Statistical Tests: How do they relate to machine learning?

Statistical Tests: How do they relate to machine learning?#

2025.03.04, 2025.03.11

Lecture outline#

When to use hypothesis testing?

Five general steps of hypothesis testing#

Set up \(H_0\) (null hypothesis)
Set up \(H_1\) (alternative hypothesis)
Set up test statistic and significance level (\(\alpha\))
Find the null distribution for the test statistic; calculate the \(p\)-value
Reject or not reject \(H_0\) by comparing \(p\) with \(\alpha\)

Case study using a one-sample t-test#

Background conditions:

We already know this species’ population mean (\(\mu_0\)) in the large lake.
We have a sample mean (\(\bar{x}\)) from 20 fish in the small lake.

Research question (hypothesis):

Is the mean weight of a fish species from two lakes different?
This corresponds to a null hypothesis (\(H_0\)): \(\mu = \mu_0\)

What other assumptions do we have to make to use a one-sample t-test?

Should we assume a Gaussian population?
Should we assume sample variance (\(s^2\)) equals population variance (\(\sigma^2\))?

Choices:

One-tailed test or two-tailed test?
At what significance level?

Test statstic \(t = \frac{\bar{x} - \mu_0}{s / \sqrt{N}}\)

What is its distribution?

Result reporting:

“The fish in the small lake is significantly heavier than that in the large lake at \(\alpha = \) 0.xx (\(p = \) 0.xxx).”
“The fish in the small lake shows no significant difference in weight from that in the large lake (\(\alpha = \) 0.xx; \(p = \) 0.xxx).”

Type I vs Type II errors#

False positive vs False negative

How do we design \(\alpha\) and \(N\) when you prefer one type of error over another?

More about t-tests#

Two-sample t-test: Assumption towards the samples matters

Are both variances the same?
Are two samples potentially dependent?
Do the data need some arrangements?

T-tests can also test the correlation with the null hypothesis \(\rho = 0\).

p-hacking#

What if we repeat the test above 100 times, each with a different sample, and report the test result with the minimum \(p\)?

Non-parametric tests#

Parametric vs non-parametric tests: which should I use?
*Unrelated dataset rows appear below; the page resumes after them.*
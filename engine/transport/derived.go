package transport

// FluxEfficiency is the water flux as a fraction of the flux the bulk
// driving force would give with no concentration polarization:
//
//	η = Jw / (A · (π_D,b − π_F,b − ΔP))
//
// (the "flux efficiency" of draw-solute screening studies, e.g. Achilli,
// Cath & Childress 2010, J. Membr. Sci. 364:233). It is 0 when the bulk
// driving force is zero. aMPerSPa and deltaPPa are the problem's A and ΔP.
func (r *Result) FluxEfficiency(aMPerSPa, deltaPPa float64) float64 {
	drive := r.PiDrawBulkPa - r.PiFeedBulkPa - deltaPPa
	if drive == 0 || aMPerSPa == 0 {
		return 0
	}
	return r.JwMPerS / (aMPerSPa * drive)
}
Here are tests we may mention during the class lecture:

Wilcoxon–Mann–Whitney test: Location (mean) difference
Kolmogorov–Smirnov test: Goodness of fit for continuous data
- Test statistic: maximum vertical distance from two CDF lines

Confidence interval (CI)#

For predicting an unknown population parameter. It uses a similar concept from hypothesis testing but without any hypothesis being made.

Significance level -> Confidence level

Result reporting:

xxx \(\pm\) yyy (zzz% CI)
[aaa, bbb] (zzz% CI)

Frequentist view of CI: how to interpret the interval?

Bootstrapping#

What is the situation where finding a CI of a population parameter is traditionally impossible?

To find the CI of any population parameter using bootstrapping:

Percentile method: CI = \([ \theta^{\ast}_{\alpha/2}, \theta^{\ast}_{(1 - \alpha/2)} ]\) (Do not use this!)
Basic method: CI = \([ 2\theta_s - \theta^{\ast}_{(1 - \alpha/2)}, 2\theta_s - \theta^{\ast}_{\alpha/2} ]\)

Final thoughts#

How do statistical tests relate to machine learning?

A simple alternative (we don’t need to run a ML model for all questions!)
Understanding why having a statistics-based inference is important, maybe
Something else?

Group discussion & Demos#

Do you have any questions about the first problem set?